[Stored data]
* * *

import { artifactSchemaDocument, type ScorerArtifact } from "./artifact.generated.js";
import { artifactChecksum } from "./artifact-checksum.js";
import { ARTIFACT_FORMAT, ARTIFACT_FORMAT_VERSION } from "./artifact-format.js";
import { checkJsonSchema, type JsonSchema } from "./json-schema-check.js";
import { ScorerError } from "./scorer-error.js";

/**
 * Checks a parsed artifact document, in the order that gives the clearest
 * refusal: format and version first (another version has another layout), then
 * the schema (types, required fields; a string or null where a number belongs),
 * then the checksum. Semantic checks follow in modelFromArtifact.
 *
 * @example
 * const artifact = checkArtifact(JSON.parse(text)); // throws ScorerError("artifact", ...) when damaged
 */
export function checkArtifact(document: unknown): ScorerArtifact {
  if (typeof document !== "object" || document === null || Array.isArray(document)) {
    fail(
      "not_an_object",
      "",
      `expected a JSON object, found ${document === null ? "null" : Array.isArray(document) ? "an array" : typeof document}`,
    );
  }
  const doc = document as { readonly [key: string]: unknown };
  const format = Object.prototype.hasOwnProperty.call(doc, "format") ? doc.format : undefined;
  if (format !== ARTIFACT_FORMAT) {
    fail(
      "format",
      "/format",
      `expected "${ARTIFACT_FORMAT}", found ${describeFound(format)}: this is not a Leafcast scorer artifact`,
    );
  }
  const version = Object.prototype.hasOwnProperty.call(doc, "formatVersion")
    ? doc.formatVersion
    : undefined;
  if (version !== ARTIFACT_FORMAT_VERSION) {
    fail(
      "version",
      "/formatVersion",
      `expected format version ${ARTIFACT_FORMAT_VERSION} (the only version this runtime reads), found ${describeFound(version)}`,
    );
  }
  const issues = checkJsonSchema(artifactSchemaDocument as JsonSchema, document);
  if (issues.length > 0) {
    throw new ScorerError(
      "artifact",
      issues.map((issue) => ({ code: issue.code, path: issue.path, message: issue.message })),
    );
  }
  const artifact = document as ScorerArtifact;
  const computed = artifactChecksum(artifact);
  if (computed !== artifact.checksum) {
    fail(
      "checksum",
      "/checksum",
      `expected ${computed} (computed over the content), found ${artifact.checksum}: the file was changed after export or is damaged`,
    );
  }
  return artifact;
}

/**
 * A short description of any value, for a message. JSON.stringify would recurse
 * through a hostile 100,000-level value (RangeError) and throws on a BigInt.
 */
function describeFound(value: unknown): string {
  if (value === undefined) return "nothing";
  if (typeof value === "string")
    return JSON.stringify(value.length > 40 ? `${value.slice(0, 40)}...` : value);
  if (typeof value === "number" || typeof value === "boolean") return String(value);
  if (value === null) return "null";
  if (Array.isArray(value)) return `an array of ${value.length}`;
  return typeof value === "object" ? "an object" : `a ${typeof value}`;
}

function fail(code: string, path: string, message: string): never {
  throw new ScorerError("artifact", [{ code, path, message }]);
}
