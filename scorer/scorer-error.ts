/**
 * The scorer's own error type (the scorer imports nothing from the trainer, so it
 * cannot use LeafcastError; the shape is the same). Problems are gathered as coded
 * issues and thrown once, so a caller sees every problem of a damaged artifact.
 *
 * @example
 * throw new ScorerError("artifact", [
 *   { code: "out_of_range", path: "/forests/0/feature/17", message: "expected a feature index below 12, found 40" },
 * ]);
 * // message: 'artifact: /forests/0/feature/17: expected a feature index below 12, found 40'
 */
export interface ScorerIssue {
  /** A stable machine-readable code, e.g. "checksum", "out_of_range", "version". */
  readonly code: string;
  /** JSON Pointer of the offending value in the artifact or input ("" when it concerns the whole). */
  readonly path: string;
  /** Says expected versus found. */
  readonly message: string;
}

/** An error of the scorer: every problem found, as coded issues with paths. */
export class ScorerError extends Error {
  /** Where the problem was found: "artifact", "item", "batch", "model", ... */
  readonly source: string;
  readonly issues: readonly ScorerIssue[];

  constructor(source: string, issues: readonly ScorerIssue[]) {
    super(formatScorerIssues(source, issues));
    this.name = "ScorerError";
    this.source = source;
    this.issues = issues;
  }

  /** The first issue's code, for quick checks. */
  get code(): string {
    return this.issues[0]?.code ?? "unknown";
  }

  /** The first issue's path. */
  get path(): string {
    return this.issues[0]?.path ?? "";
  }
}

function formatScorerIssues(source: string, issues: readonly ScorerIssue[]): string {
  if (issues.length === 0) return `${source}: unknown problem`;
  const lines = issues
    .slice(0, 10)
    .map((issue) => `${source}: ${issue.path === "" ? "" : `${issue.path}: `}${issue.message}`);
  if (issues.length > 10) lines.push(`${source}: ... and ${issues.length - 10} more problems`);
  return lines.join("\n");
}
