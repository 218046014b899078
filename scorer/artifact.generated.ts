// Generated from schemas/scorer-artifact.schema.json by schemas/generate.ts: do not edit; run `npm run schemas`.

export const artifactSchemaDocument = {
  "$schema": "https://json-schema.org/draft/2020-12/schema",
  "$id": "https://leafcast.dev/schemas/scorer-artifact.schema.json",
  "title": "ScorerArtifact",
  "description": "A trained Leafcast model as the scorer runtime loads it: forests whose reached leaves are one-hot features, and one logistic head per outcome over those leaves, hashed categoricals and standardized numerics. Every array is flat (no object per node); numbers are written as the shortest text that reads back to the same double.",
  "type": "object",
  "additionalProperties": false,
  "required": [
    "format",
    "formatVersion",
    "checksum",
    "contract",
    "forests",
    "heads",
    "provenance"
  ],
  "properties": {
    "format": {
      "const": "leafcast-scorer",
      "description": "Identifies the file as a Leafcast scorer artifact."
    },
    "formatVersion": {
      "const": 1,
      "description": "The layout version. A runtime refuses any version it was not written for."
    },
    "checksum": {
      "type": "string",
      "pattern": "^sha256:[0-9a-f]{64}$",
      "description": "\"sha256:\" and the lowercase hex SHA-256 of the UTF-8 bytes of the artifact's canonical form: the whole document without this field, written with no whitespace, object keys sorted by UTF-16 code units, strings and numbers as JSON.stringify writes them (numbers as the shortest round-trip text)."
    },
    "contract": {
      "$ref": "#/$defs/contract"
    },
    "forests": {
      "type": "array",
      "maxItems": 64,
      "items": {
        "$ref": "#/$defs/forest"
      },
      "description": "The forests, in the order their leaves take in the encoded index space."
    },
    "heads": {
      "type": "array",
      "minItems": 1,
      "maxItems": 64,
      "items": {
        "$ref": "#/$defs/head"
      },
      "description": "One logistic head per outcome."
    },
    "provenance": {
      "$ref": "#/$defs/provenance"
    }
  },
  "$defs": {
    "name": {
      "type": "string",
      "minLength": 1,
      "maxLength": 200
    },
    "contract": {
      "type": "object",
      "additionalProperties": false,
      "required": [
        "numeric",
        "categorical",
        "missingValues",
        "hashing",
        "standardized"
      ],
      "description": "What the model reads. Feature index i < numeric.length is numeric feature i; index numeric.length + j is categorical feature j.",
      "properties": {
        "numeric": {
          "type": "array",
          "maxItems": 100000,
          "items": {
            "$ref": "#/$defs/name"
          },
          "description": "Numeric features, in feature-index order."
        },
        "categorical": {
          "type": "array",
          "maxItems": 100000,
          "items": {
            "$ref": "#/$defs/categoricalFeature"
          },
          "description": "Categorical features, in feature-index order after the numeric ones."
        },
        "missingValues": {
          "const": "tree-default-direction",
          "description": "How missing values are read. A numeric value is missing when it is null, absent or NaN; a categorical value when it is null, absent, or (for the trees only) not among the feature's values. At a tree node a missing value goes the node's missingRight direction; a missing categorical value adds no hashed feature; a missing standardized numeric adds 0."
        },
        "hashing": {
          "$ref": "#/$defs/hashing"
        },
        "standardized": {
          "type": "array",
          "maxItems": 100000,
          "items": {
            "$ref": "#/$defs/standardizedFeature"
          },
          "description": "Numeric features the heads read directly, as (x - mean) / std; slot j of the numeric region."
        }
      }
    },
    "categoricalFeature": {
      "type": "object",
      "additionalProperties": false,
      "required": [
        "name",
        "values"
      ],
      "properties": {
        "name": {
          "$ref": "#/$defs/name"
        },
        "values": {
          "type": "array",
          "maxItems": 65536,
          "items": {
            "type": "string",
            "maxLength": 1000
          },
          "description": "The values the trees split on, in code order (code = position). Empty for a feature only the heads read (hashed)."
        }
      }
    },
    "hashing": {
      "type": "object",
      "additionalProperties": false,
      "required": [
        "function",
        "keyFormat",
        "bits",
        "seed",
        "columns",
        "crosses"
      ],
      "properties": {
        "function": {
          "const": "murmur3-x86-32",
          "description": "MurmurHash3, x86 32-bit variant, over the UTF-8 bytes of the key."
        },
        "keyFormat": {
          "const": "{column}={value}&{column}={value}",
          "description": "The key of a categorical value is `${column}=${value}`; the key of a cross joins its columns' keys with \"&\" in the listed order: `${a}=${x}&${b}=${y}`. A cross with any missing value adds nothing."
        },
        "bits": {
          "type": "integer",
          "minimum": 1,
          "maximum": 28,
          "description": "The hashed region has 2^bits buckets; a key's bucket is hash & (2^bits - 1)."
        },
        "seed": {
          "type": "integer",
          "minimum": 0,
          "maximum": 4294967295,
          "description": "The hash seed."
        },
        "columns": {
          "type": "array",
          "maxItems": 10000,
          "items": {
            "$ref": "#/$defs/name"
          },
          "description": "Categorical features hashed one by one."
        },
        "crosses": {
          "type": "array",
          "maxItems": 10000,
          "items": {
            "type": "array",
            "minItems": 2,
            "maxItems": 4,
            "items": {
              "$ref": "#/$defs/name"
            }
          },
          "description": "Crosses of categorical features, each hashed as one feature."
        }
      }
    },
    "standardizedFeature": {
      "type": "object",
      "additionalProperties": false,
      "required": [
        "feature",
        "mean",
        "std"
      ],
      "properties": {
        "feature": {
          "$ref": "#/$defs/name"
        },
        "mean": {
          "type": "number"
        },
        "std": {
          "type": "number",
          "exclusiveMinimum": 0
        }
      }
    },
    "forest": {
      "type": "object",
      "additionalProperties": false,
      "required": [
        "outcome",
        "baseLogit",
        "depth",
        "treeCount",
        "feature",
        "threshold",
        "missingRight",
        "categorySplits",
        "leafValue"
      ],
      "description": "Trees in the implicit complete layout: node i has children 2i + 1 (left) and 2i + 2 (right); each tree has 2^depth - 1 internal nodes and 2^depth leaves, and tree t's node i is entry t * (2^depth - 1) + i of the node arrays.",
      "properties": {
        "outcome": {
          "$ref": "#/$defs/name"
        },
        "baseLogit": {
          "type": "number",
          "description": "The forest's starting log-odds; its raw score is baseLogit plus the reached leaves' values."
        },
        "depth": {
          "type": "integer",
          "minimum": 1,
          "maximum": 16
        },
        "treeCount": {
          "type": "integer",
          "minimum": 0,
          "maximum": 100000
        },
        "feature": {
          "type": "array",
          "items": {
            "type": "integer",
            "minimum": -1
          },
          "description": "Per internal node: the feature index, or -1 for a pass-through node that always goes left (padding of a tree that stopped early)."
        },
        "threshold": {
          "type": "array",
          "items": {
            "type": "number"
          },
          "description": "Per internal node: a numeric node goes right when the value is greater than this; 0 for categorical and pass-through nodes."
        },
        "missingRight": {
          "type": "array",
          "items": {
            "type": "integer",
            "minimum": 0,
            "maximum": 1
          },
          "description": "Per internal node: 1 when a missing value goes right, else 0."
        },
        "categorySplits": {
          "type": "array",
          "items": {
            "type": "integer",
            "minimum": 0
          },
          "description": "For categorical nodes, flat runs of [node entry, count, code, code, ...]: the codes that go right, ascending. A categorical node without a run sends every present value left."
        },
        "leafValue": {
          "type": "array",
          "items": {
            "type": "number"
          },
          "description": "Per leaf (tree t's leaf k is entry t * 2^depth + k): the leaf value, learning rate applied."
        }
      }
    },
    "head": {
      "type": "object",
      "additionalProperties": false,
      "required": [
        "outcome",
        "bias",
        "indexDelta",
        "weight",
        "negativeKeepRate",
        "valueWeight"
      ],
      "description": "A logistic head over the encoded index space: [every forest's leaves, forest by forest, tree by tree, 2^depth each], then [2^bits hashed buckets], then [one slot per standardized feature]. p = sigmoid(bias + sum of weights of the present entries (standardized slots times their value)); the served probability is q = p / (p + (1 - p) / negativeKeepRate).",
      "properties": {
        "outcome": {
          "$ref": "#/$defs/name"
        },
        "bias": {
          "type": "number"
        },
        "indexDelta": {
          "type": "array",
          "items": {
            "type": "integer",
            "minimum": 0
          },
          "description": "The encoded indexes with a non-zero weight, strictly ascending, delta-coded to keep the file short: the first index, then each index minus the one before it (at least 1)."
        },
        "weight": {
          "type": "array",
          "items": {
            "type": "number"
          },
          "description": "The weight of each index, in the same order."
        },
        "negativeKeepRate": {
          "type": "number",
          "exclusiveMinimum": 0,
          "maximum": 1,
          "description": "The share of negatives the head was trained on (1: all, no correction)."
        },
        "valueWeight": {
          "type": "number",
          "description": "This outcome's weight in the combined ranking score: the sum over heads of valueWeight times q."
        }
      }
    },
    "provenance": {
      "type": "object",
      "additionalProperties": false,
      "required": [
        "toolVersion",
        "createdAt",
        "dataWindows",
        "metrics"
      ],
      "properties": {
        "name": {
          "type": "string",
          "maxLength": 200,
          "description": "A short name for the model."
        },
        "toolVersion": {
          "type": "string",
          "minLength": 1,
          "maxLength": 100
        },
        "createdAt": {
          "type": "string",
          "pattern": "^\\d{4}-\\d{2}-\\d{2}T\\d{2}:\\d{2}:\\d{2}(\\.\\d+)?Z$",
          "description": "When the artifact was exported, ISO 8601 in UTC."
        },
        "dataWindows": {
          "type": "array",
          "maxItems": 1000,
          "items": {
            "$ref": "#/$defs/dataWindow"
          },
          "description": "The data each stage learned from."
        },
        "metrics": {
          "type": "object",
          "additionalProperties": {
            "type": "object",
            "additionalProperties": {
              "type": "number"
            }
          },
          "description": "Metrics at export, per outcome: metric name to value (e.g. normalizedEntropy, auc, calibration)."
        }
      }
    },
    "dataWindow": {
      "type": "object",
      "additionalProperties": false,
      "required": [
        "stage",
        "rows",
        "from",
        "to"
      ],
      "properties": {
        "stage": {
          "type": "string",
          "minLength": 1,
          "maxLength": 100,
          "description": "What learned from it, e.g. \"trees\" or \"heads\"."
        },
        "files": {
          "type": "array",
          "maxItems": 10000,
          "items": {
            "type": "string",
            "maxLength": 1000
          }
        },
        "rows": {
          "type": "integer",
          "minimum": 0
        },
        "from": {
          "type": [
            "string",
            "null"
          ],
          "maxLength": 100,
          "description": "The earliest impression time (ISO 8601), null when the data has no timestamps."
        },
        "to": {
          "type": [
            "string",
            "null"
          ],
          "maxLength": 100,
          "description": "The latest impression time (ISO 8601), null when the data has no timestamps."
        }
      }
    }
  }
} as const;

* * *

* Task requirements *
Go through the records above, find each line with the string "internal", and copy it.

* Solution to this task *
      "description": "Trees in the implicit complete layout: node i has children 2i + 1 (left) and 2i + 2 (right); each tree has 2^depth - 1 internal nodes and 2^depth leaves, and tree t's node i is entry t * (2^depth - 1) + i of the node arrays.",
          "description": "Per internal node: the feature index, or -1 for a pass-through node that always goes left (padding of a tree that stopped early)."
          "description": "Per internal node: a numeric node goes right when the value is greater than this; 0 for categorical and pass-through nodes."
          "description": "Per internal node: 1 when a missing value goes right, else 0."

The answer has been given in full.